Our users require time to test and tune their workloads before releasing such a change to Production with the best cost-performance ratio. We select x86 unless overridden at the Pod level, allowing them to control which applications to test and deploy in each architecture. We can undo this default once applications have decided which CPU architecture serves them best or if it is not relevant.

$ git diff
diff --git a/Dockerfile b/Dockerfile
index e4ff736..de150e9 100644
--- a/Dockerfile
+++ b/Dockerfile
@@ -1,5 +1,5 @@
-FROM golang as build
+FROM --platform $BUILDPLATFORM golang as build
 # copy code
-RUN go build -o /my-app /src
+RUN GOARCH=$TARGETPLATFORM go build -o /my-app  /src
 FROM scratch
 COPY --from=build /my-app /my-app

Releasing Noe, our transparent architecture selector

We understand the value of collaboration and the power of the open-source community.

We are excited to announce that we are open-sourcing Noe, the key component that enables the progressive and transparent switch between ARM and x86 architectures within our Kubernetes clusters.
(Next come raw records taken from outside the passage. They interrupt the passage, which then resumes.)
package ingest

import (
	"context"
	"errors"
	"fmt"
	"sync"
	"sync/atomic"
	"time"

	"github.com/nats-io/nats.go/jetstream"

	"driftfit/store"
)

// StreamChangedError is returned by Run when the readings stream is not
// the one the DB's position was taken in: it was deleted and made again,
// or replaced, so its sequence numbers mean other messages. It unwraps to
// ErrStreamChanged.
type StreamChangedError struct {
	Stored   store.StreamID // what the DB recorded; zero for a file that recorded none
	Found    store.StreamID // the stream on the bus now
	Position uint64         // the DB's position
	LastSeq  uint64         // the last sequence the stream has ever held
}

func (e *StreamChangedError) Error() string {
	what := fmt.Sprintf("the state file's position %d was taken in stream %s, the bus has %s (last sequence %d)", e.Position, e.Stored, e.Found, e.LastSeq)
	if e.Stored.IsZero() {
		what = fmt.Sprintf("the state file's position %d lies beyond the last sequence %d of stream %s", e.Position, e.LastSeq, e.Found)
	}
	return "ingest: " + what + ": reading on would skip its messages up to the position; to read it from its start, restart with the position reset (serve --reset-position), or point bus.stream_name at the stream the file was written from"
}

// Unwrap returns ErrStreamChanged.
func (e *StreamChangedError) Unwrap() error { return ErrStreamChanged }

// streamSource feeds the dispatcher from a durable pull consumer that it
// makes anew from a given sequence whenever asked: at start from the DB's
// position, and after a gap from the last applied message. It also purges
// what was committed and watches the stream's fill. One goroutine, run,
// owns the consumer; stop ends it and waits.
type streamSource struct {
	s      *Service
	js     jetstream.JetStream
	stream jetstream.Stream
	id     store.StreamID
	in     chan message

	// gen counts the consumers made; each message carries the gen of the
	// consumer that delivered it, so the dispatcher can drop what an
	// abandoned consumer still delivers.
	gen     atomic.Uint64
	resumes chan uint64 // sequences to make the consumer anew from
	quit    chan struct{}
	// ctx bounds the bus requests of run and purge; stop cancels it, so
	// a request to a server gone away does not hold up a shutdown.
	ctx    context.Context
	cancel context.CancelFunc
	wg     sync.WaitGroup // run and purge
	once   sync.Once
}

// startStream makes or checks the streams, checks the stream against the
// DB, and starts consuming after the DB's position.
func (s *Service) startStream(ctx context.Context, in chan message) (*streamSource, error) {
	js, err := jetstream.New(s.o.Conn)
	if err != nil {
		return nil, err
	}
	src := &streamSource{s: s, js: js, in: in, resumes: make(chan uint64, 1), quit: make(chan struct{})}
	checked := false
	// An existing stream is checked against the DB, and what the DB holds
	// purged, before its limits are set: a stream of an earlier version
	// holds every reading ever sent. (A byte limit below what it still
	// holds makes the server refuse new readings, not drop old ones, with
	// discard-new: TestService_StreamOfEarlierVersion.)
	existing := func(st jetstream.Stream) error {
		checked = true
		if err := src.checkIdentity(st.CachedInfo()); err != nil {
			return err
		}
		if pos := s.position.Load(); pos > 0 {
			if err := st.Purge(ctx, jetstream.WithPurgeSequence(pos+1)); err != nil {
				s.log.Warn().Err(err).Uint64("position", pos).Msg("stream purge failed; retried with the next commit")
			}
		}
		return nil
	}
	stream, err := s.ensureStream(ctx, js, jetstream.StreamConfig{
		Name:      s.o.StreamName,
		Subjects:  []string{s.prefix + ">"},
		Storage:   jetstream.FileStorage,
		Retention: jetstream.LimitsPolicy,
		// Refuse new readings when full rather than drop old ones: an
		// old reading may not be applied yet, while a producer that
		// publishes with acknowledgements sees a refusal and can retry.
		Discard:  jetstream.DiscardNew,
		MaxBytes: s.o.StreamMaxBytes,
		MaxAge:   s.o.StreamMaxAge,
	}, existing)
	if err != nil {
		return nil, err
	}
	src.stream = stream
	info := stream.CachedInfo()
	if !checked {
		if err := src.checkIdentity(info); err != nil {
			return nil, err
		}
	}
	if _, err := s.ensureStream(ctx, js, jetstream.StreamConfig{
		Name:     s.o.RejectedStream,
		Subjects: []string{s.o.RejectedSubject},
		Storage:  jetstream.FileStorage,
		Discard:  jetstream.DiscardOld,
		MaxBytes: s.o.RejectedMaxBytes,
		MaxAge:   s.o.RejectedMaxAge,
	}, nil); err != nil {
		return nil, err
	}
	src.watch(info)
	// Messages after the position that the stream no longer holds show
	// as a gap at the first message (see Service.handle).
	pos := s.position.Load()
	s.appliedSeq.Store(pos)
	cc, err := src.consume(ctx, pos+1)
	if err != nil {
		return nil, err
	}
	src.ctx, src.cancel = context.WithCancel(context.Background())
	src.wg.Add(2)
	go src.run(cc)
	go src.purge()
	return src, nil
}

// ensureStream makes the stream of cfg, or brings the limits of an
// existing one to cfg's after calling existing (if not nil) on it. Its
// subjects are left as they are.
func (s *Service) ensureStream(ctx context.Context, js jetstream.JetStream, cfg jetstream.StreamConfig, existing func(jetstream.Stream) error) (jetstream.Stream, error) {
	st, err := js.Stream(ctx, cfg.Name)
	if errors.Is(err, jetstream.ErrStreamNotFound) {
		st, err = js.CreateStream(ctx, cfg)
		if err != nil {
			return nil, fmt.Errorf("ingest: create stream %s (max %d bytes): %w; a server's JetStream store must hold every stream's max_bytes (bus.stream_max_bytes, bus.rejected_max_bytes)", cfg.Name, cfg.MaxBytes, err)
		}
		s.log.Info().Str("stream", cfg.Name).Strs("subjects", cfg.Subjects).Int64("max_bytes", cfg.MaxBytes).Dur("max_age", cfg.MaxAge).Msg("stream created")
		return st, nil
	}
	if err != nil {
		return nil, fmt.Errorf("ingest: stream %s: %w", cfg.Name, err)
	}
	if existing != nil {
		if err := existing(st); err != nil {
			return nil, err
		}
	}
	have := st.CachedInfo().Config
	if have.MaxBytes == cfg.MaxBytes && have.MaxAge == cfg.MaxAge && have.Discard == cfg.Discard {
		return st, nil
	}
	up := have
	up.MaxBytes, up.MaxAge, up.Discard = cfg.MaxBytes, cfg.MaxAge, cfg.Discard
	if st, err = js.UpdateStream(ctx, up); err != nil {
		return nil, fmt.Errorf("ingest: set limits of stream %s (max %d bytes, max age %v): %w", cfg.Name, cfg.MaxBytes, cfg.MaxAge, err)
	}
	s.log.Info().Str("stream", cfg.Name).Int64("max_bytes", cfg.MaxBytes).Dur("max_age", cfg.MaxAge).
		Int64("was_max_bytes", have.MaxBytes).Dur("was_max_age", have.MaxAge).Msg("stream limits updated")
	return st, nil
}

// checkIdentity compares the stream with the one the DB's position was
// taken in, records it if the DB has none, and resets the position if
// they differ and Options.ResetPosition allows it.
func (src *streamSource) checkIdentity(info *jetstream.StreamInfo) error {
	s := src.s
	src.id = store.StreamID{Name: info.Config.Name, Created: info.Created.UTC()}
	stored, err := s.o.DB.Stream()
	if err != nil {
		return err
	}
	pos := s.position.Load()
	// Purges keep the sequence count, so no position taken in this
	// stream lies beyond its last sequence.
	same := stored.Equal(src.id) || stored.IsZero() && pos <= info.State.LastSeq
	if same && pos <= info.State.LastSeq {
		if stored.IsZero() {
			if err := s.o.DB.SetStream(src.id, false); err != nil {
				return err
			}
			s.log.Info().Str("stream", src.id.Name).Time("created", src.id.Created).Uint64("position", pos).Msg("stream identity recorded")
		}
		return nil
	}
	cerr := &StreamChangedError{Stored: stored, Found: src.id, Position: pos, LastSeq: info.State.LastSeq}
	if !s.o.ResetPosition {
		return cerr
	}
	if err := s.o.DB.SetStream(src.id, true); err != nil {
		return err
	}
	s.log.Warn().Err(cerr).Uint64("position", pos).Msg("stream position reset: reading the stream from its start")
	s.position.Store(0)
	s.lastSeq = 0
	s.appliedSeq.Store(0)
	// So do the sensors' own sequences, which the DB reset with it. No
	// worker has a job yet: the dispatcher may still touch their state.
	for _, ref := range s.refs {
		ref.st.savedSeq, ref.st.lastSeq, ref.st.firstSeq = 0, 0, 0
	}
	return nil
}

// consume makes the consumer anew, delivering from sequence from, and
// starts consuming it under a new generation.
func (src *streamSource) consume(ctx context.Context, from uint64) (jetstream.ConsumeContext, error) {
	s := src.s
	// The DB's position, not the consumer's, says where to resume.
	if err := src.js.DeleteConsumer(ctx, s.o.StreamName, s.o.Durable); err != nil && !errors.Is(err, jetstream.ErrConsumerNotFound) {
		return nil, fmt.Errorf("ingest: reset consumer %s: %w", s.o.Durable, err)
	}
	cfg := jetstream.ConsumerConfig{
		Durable:       s.o.Durable,
		AckPolicy:     jetstream.AckAllPolicy,
		AckWait:       time.Minute,
		MaxAckPending: maxAckPending,
		// The filter is every subject of the stream, so the consumer
		// sees every stream sequence: one missing from what it delivers
		// is a gap (see Service.handle).
		FilterSubject: s.prefix + ">",
		DeliverPolicy: jetstream.DeliverAllPolicy,
	}
	if from > 1 {
		cfg.DeliverPolicy, cfg.OptStartSeq = jetstream.DeliverByStartSequencePolicy, from
	}
	cons, err := src.js.CreateConsumer(ctx, s.o.StreamName, cfg)
	if err != nil {
		return nil, fmt.Errorf("ingest: create consumer %s: %w", s.o.Durable, err)
	}
	gen := src.gen.Add(1)
	cc, err := cons.Consume(func(m jetstream.Msg) {
		md, err := m.Metadata()
		if err != nil {
			s.log.Warn().Err(err).Str("subject", QuoteID(m.Subject())).Msg("message without stream metadata skipped")
			return
		}
		select {
		case src.in <- message{subject: m.Subject(), data: m.Data(), seq: md.Sequence.Stream, pending: md.NumPending, js: m, gen: gen}:
		case <-src.quit:
		}
	}, jetstream.PullMaxMessages(2048), jetstream.ConsumeErrHandler(func(_ jetstream.ConsumeContext, err error) {
		s.log.Warn().Err(err).Msg("stream consumer")
		if errors.Is(err, jetstream.ErrConsumerDeleted) {
			// Someone else deleted it: make it again after what was
			// applied.
			src.resume(s.appliedSeq.Load() + 1)
		}
	}))
	if err != nil {
		return nil, fmt.Errorf("ingest: consume: %w", err)
	}
	return cc, nil
}

// resume asks run to make the consumer anew from sequence from. Safe for
// concurrent use; a pending request is replaced.
func (src *streamSource) resume(from uint64) {
	for {
		select {
		case src.resumes <- from:
			return
		default:
		}
		select {
		case <-src.resumes:
		default:
		}
	}
}

// run owns the consumer until stop: it makes it anew on request and
// checks the stream's fill every Options.CheckInterval.
func (src *streamSource) run(cc jetstream.ConsumeContext) {
	s := src.s
	defer src.wg.Done()
	tick := time.NewTicker(s.o.CheckInterval)
	defer tick.Stop()
	for {
		select {
		case <-src.quit:
			cc.Stop()
			select {
			case <-cc.Closed():
			case <-time.After(s.o.StopTimeout):
				s.log.Warn().Dur("waited", s.o.StopTimeout).Msg("stream consumer not stopped in time")
			}
			return
		case from := <-src.resumes:
			cc.Stop()
			for {
				ctx, cancel := context.WithTimeout(src.ctx, 10*time.Second)
				err := src.checkStream(ctx)
				var next jetstream.ConsumeContext
				if err == nil {
					next, err = src.consume(ctx, from)
				}
				cancel()
				if err == nil {
					cc = next
					s.log.Info().Uint64("from", from).Uint64("consumer", src.gen.Load()).Msg("stream consumer made anew")
					break
				}
				var cerr *StreamChangedError
				if errors.As(err, &cerr) {
					s.fail(err)
					<-src.quit
					return
				}
				s.log.Warn().Err(err).Uint64("from", from).Msg("stream consumer not made; retrying")
				select {
				case <-src.quit:
					return
				case <-time.After(time.Second):
				}
			}
		case <-tick.C:
			ctx, cancel := context.WithTimeout(src.ctx, 10*time.Second)
			info, err := src.stream.Info(ctx)
			cancel()
			if err != nil {
				s.log.Warn().Err(err).Str("stream", s.o.StreamName).Msg("stream state not read")
				continue
			}
			src.watch(info)
		}
	}
}

// purgeReq is a committed stream position, with the bytes taken up to
// the cut of its commit (Service.streamBytes; the position may lie a
// little before the cut, so the bytes are an upper bound).
type purgeReq struct{ seq, bytes uint64 }

// purge purges committed messages (purgeTo) until stop: once
// Options.PurgeInterval has passed since the last purge, or at once when
// what is committed and not purged reaches an eighth of the stream's
// limit, so the stream keeps at least seven eighths of its limit for
// messages not yet applied. It has its own goroutine: a purge sent just
// before a disconnect waits out its timeout, which must not hold up
// making the consumer anew.
func (src *streamSource) purge() {
	s := src.s
	defer src.wg.Done()
	var purged, want purgeReq
	every := s.o.PurgeInterval
	soon := uint64(max(s.o.StreamMaxBytes/8, 1))
	tick := time.NewTicker(every)
	defer tick.Stop()
	last := time.Now()
	for {
		select {
		case <-src.quit:
			return
		case r := <-s.purges:
			if r.seq > want.seq {
				want = r
			}
			if want.bytes-purged.bytes < soon && time.Since(last) < every {
				continue
			}
		case <-tick.C:
		}
		if want.seq <= purged.seq {
			continue
		}
		ctx, cancel := context.WithTimeout(src.ctx, 10*time.Second)
		// Keep seq+1 on: everything up to seq is committed.
		err := src.stream.Purge(ctx, jetstream.WithPurgeSequence(want.seq+1))
		cancel()
		if err != nil {
			s.log.Warn().Err(err).Uint64("position", want.seq).Msg("stream purge failed; retried later")
			continue
		}
		purged, last = want, time.Now()
	}
}

// checkStream fails if the stream is no longer the one consumed.
func (src *streamSource) checkStream(ctx context.Context) error {
	info, err := src.stream.Info(ctx)
	if err != nil {
		return err
	}
	if found := (store.StreamID{Name: info.Config.Name, Created: info.Created.UTC()}); !found.Equal(src.id) {
		return &StreamChangedError{Stored: src.id, Found: found, Position: src.s.appliedSeq.Load(), LastSeq: info.State.LastSeq}
	}
	return nil
}

// fullWarn is the fill of the readings stream, as a fraction of its
// limit, from which each check warns: producers are refused at 1.
const fullWarn = 0.9

// watch publishes the stream's fill and warns when it nears the limit.
func (src *streamSource) watch(info *jetstream.StreamInfo) {
	s := src.s
	limit := info.Config.MaxBytes
	if m := s.o.Metrics; m != nil {
		m.StreamBytes.Set(float64(info.State.Bytes))
		m.StreamLimitBytes.Set(float64(limit))
	}
	if limit > 0 && float64(info.State.Bytes) >= fullWarn*float64(limit) {
		s.log.Warn().Str("stream", info.Config.Name).Uint64("bytes", info.State.Bytes).Int64("max_bytes", limit).
			Uint64("messages", info.State.Msgs).Msg("readings stream nearly full: new readings are refused to producers once full")
	}
}

// stop ends run and waits for it. Idempotent.
func (src *streamSource) stop() {
	src.once.Do(func() { close(src.quit); src.cancel() })
	src.wg.Wait()
}

// lost counts n stream messages after position that are gone before they
// were applied (aged out, deleted, or never delivered again).
func (s *Service) lost(n, position uint64) {
	if m := s.o.Metrics; m != nil {
		m.StreamLost.Add(float64(n))
	}
	s.log.Error().Uint64("messages", n).Uint64("position", position).Str("stream", s.o.StreamName).
		Msg("stream messages lost before they were applied")
}

// purgeTo asks for the readings stream to forget messages up to seq, all
// committed: the file, not the bus, holds them from now on. The committer
// calls it after each commit that advanced the position; it never blocks,
// and a later call replaces one not yet done. No-op in direct mode.
func (s *Service) purgeTo(r purgeReq) {
	if s.o.Mode != ModeStream || r.seq == 0 {
		return
	}
	for {
		select {
		case s.purges <- r:
			return
		default:
		}
		select {
		case <-s.purges:
		default:
		}
	}
}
By sharing this solution with the broader community, we hope to encourage further innovation and help other organisations overcome the challenges of mixed-architecture deployments.

Contributing our component to the open-source ecosystem invites developers and organisations to collaborate, improve and build upon our solution. We believe that together, we can create more efficient and adaptable Kubernetes environments that cater to the diverse needs of users across various industries.

So, join us in our mission to simplify mixed-architecture deployments and harness the full potential of ARM and x86 in Kubernetes.